2) Mutation secondaire MT-ND2*LHON5244A, cette mutation est souvent associée à d'autres mutations mitochondriales de Leber, et entre probablement en jeu pour cette affection (MIM 516001)
neuropathie optique héréditaire de Leber complexe 1 sous-unité ND4 l.f.
Leber’s optic atrophy MT-ND4, Leber hereditary optic neuropathy (LHON)
Mutation de la maladie de Leber qui concerne la sous-unité ND4 de la NADH-déshydrogénase.
Une mutation primaire connue pour la neuropathie optique de Leber, MT-ND4*LHON11778A (50% des formes caucasiennes). Il s’agit d’une forme sévère avec baisse d'acuité visuelle définitive, elle peut être homoplasmique ou hétéroplasmique. (MIM 516003).
neuropathie optique héréditaire de Leber complexe 1 sous-unité ND5 l.f.
Leber’s optic atrophy MT-ND5, Leber hereditary optic neuropathy (LHON)
Mutations de la maladie de Leber qui concernent la sous-unité ND5 de la NADH-déshydrogénase (2 mutations).
1) Mutation MT-ND5*LHON13708A (n'est pas la cause de la maladie de Leber mais est souvent associée).
2) MT-ND5*LHON13730A rarissime (1 cas), serait de même type que la mutation primitive MT-ND6*LHON14484C, donc forme avec possible réduction du scotome central (MIM 516005).
neuropathie optique héréditaire de Leber complexe 1 sous-unité ND6 l.f.
Leber’s optic atrophy MT-ND6, Leber hereditary optic neuropathy (LHON)
Mutations de la maladie de Leber qui concernent la sous-unité ND6 de la NADH-déshydrogénase (2 mutations).
Deux mutations sont actuellement connues dans la sous-unité 6.

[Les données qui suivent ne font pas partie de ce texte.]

"""ROS plotting positions with many detection limits against a direct,
quadratic evaluation of their definition written here."""

import numpy as np
import pytest

from doseattr.core.exposure import ros_plotting_positions


def direct_positions(x, det):
    """Hirsch & Stedinger (1987, Water Resour Res 23:715) plotting positions
    as set out by Helsel (2012, Statistics for Censored Environmental Data,
    2nd ed.; both from memory), evaluated straight from the definition:
    limits DL_1 < ... < DL_m (the smallest value first when a detect lies
    below DL_1); A_j detects in [DL_j, DL_j+1); B_j detects below DL_j plus
    non-detects at or below it; C_j non-detects at DL_j;
    Pe_j = Pe_j+1 + A_j / (A_j + B_j) (1 - Pe_j+1), Pe_m+1 = 0. A detect of
    rank r in its interval is at (1 - Pe_j) + (Pe_j - Pe_j+1) r / (A_j + 1); a
    non-detect of rank r at its limit at (1 - Pe_j) r / (C_j + 1); the
    non-detect positions, sorted, go to the non-detects in increasing order
    of limit. Ranks break ties by input order. Every count is a loop over
    all values: O(n m)."""
    n = len(x)
    limits = sorted({float(v) for v, d in zip(x, det) if not d})
    if min(x) < limits[0]:
        limits.insert(0, float(min(x)))
    m = len(limits)
    upper = limits[1:] + [np.inf]
    a = [sum(1 for v, d in zip(x, det) if d and lo <= v < hi) for lo, hi in zip(limits, upper)]
    b = [sum(1 for v, d in zip(x, det) if (d and v < lo) or (not d and v <= lo)) for lo in limits]
    c = [sum(1 for v, d in zip(x, det) if not d and v == lo) for lo in limits]
    pe = [0.0] * (m + 1)
    for j in range(m - 1, -1, -1):
        pe[j] = pe[j + 1] + a[j] / (a[j] + b[j]) * (1 - pe[j + 1])
    pos = [0.0] * n
    for i in range(n):
        j = max(k for k in range(m) if limits[k] <= x[i])
        if det[i]:
            r = 1 + sum(1 for q in range(n) if det[q] and limits[j] <= x[q] < upper[j]
                        and (x[q] < x[i] or (x[q] == x[i] and q < i)))
            pos[i] = (1 - pe[j]) + (pe[j] - pe[j + 1]) * r / (a[j] + 1)
        else:
            r = 1 + sum(1 for q in range(i) if not det[q] and x[q] == x[i])
            pos[i] = (1 - pe[j]) * r / (c[j] + 1)
    cen = [i for i in range(n) if not det[i]]
    by_limit = sorted(cen, key=lambda i: (x[i], i))
    for i, p in zip(by_limit, sorted(pos[i] for i in cen)):
        pos[i] = p
    return np.array(pos)


@pytest.mark.parametrize("seed", [1, 2, 3])
def test_many_limits_match_direct_definition(seed):
    """Source: the direct definition above; random data (seeded) rounded to
    two decimals, so with ties among detects, among limits and between the
    two, and about a hundred distinct limits."""
    rng = np.random.default_rng(seed)
    n = 500
    x = np.round(np.exp(rng.standard_normal(n)), 2)
    dl = np.round(np.exp(rng.standard_normal(n) - 0.7), 2)
    det = x >= dl
    x = np.where(det, x, dl)
    assert np.unique(x[~det]).size > 60
    got = ros_plotting_positions(x, det)
    np.testing.assert_allclose(got, direct_positions(list(x), list(det)), rtol=1e-13, atol=0)


def test_all_limits_distinct_and_nondetects_above_detects():
    """Source: the direct definition above; every limit distinct
    (continuous values) and some non-detects above the largest detect."""
    rng = np.random.default_rng(7)
    n = 300
    x = np.exp(rng.standard_normal(n))
    dl = np.exp(rng.standard_normal(n) - 0.3)
    det = x >= dl
    x = np.where(det, x, dl)
    assert np.max(x[~det]) > np.max(x[det]) or np.unique(x[~det]).size == (~det).sum()
    got = ros_plotting_positions(x, det)
    np.testing.assert_allclose(got, direct_positions(list(x), list(det)), rtol=1e-13, atol=0)
    assert np.all((got > 0) & (got < 1))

Première mutation MT-ND6*LHON14484A, de type primaire (peut être associée à la mutation MT-ND1*LHON4160C et à la mutation MT-ND5*LHON13708A). Les patients qui ont cette mutation peuvent récupérer une partie de leur acuité visuelle (dans 37% des cas).
La deuxième mutation MT-ND6*LDYT14459A également de type primaire donne une neuropathie optique de Leber et une dystonie (MIM 516006).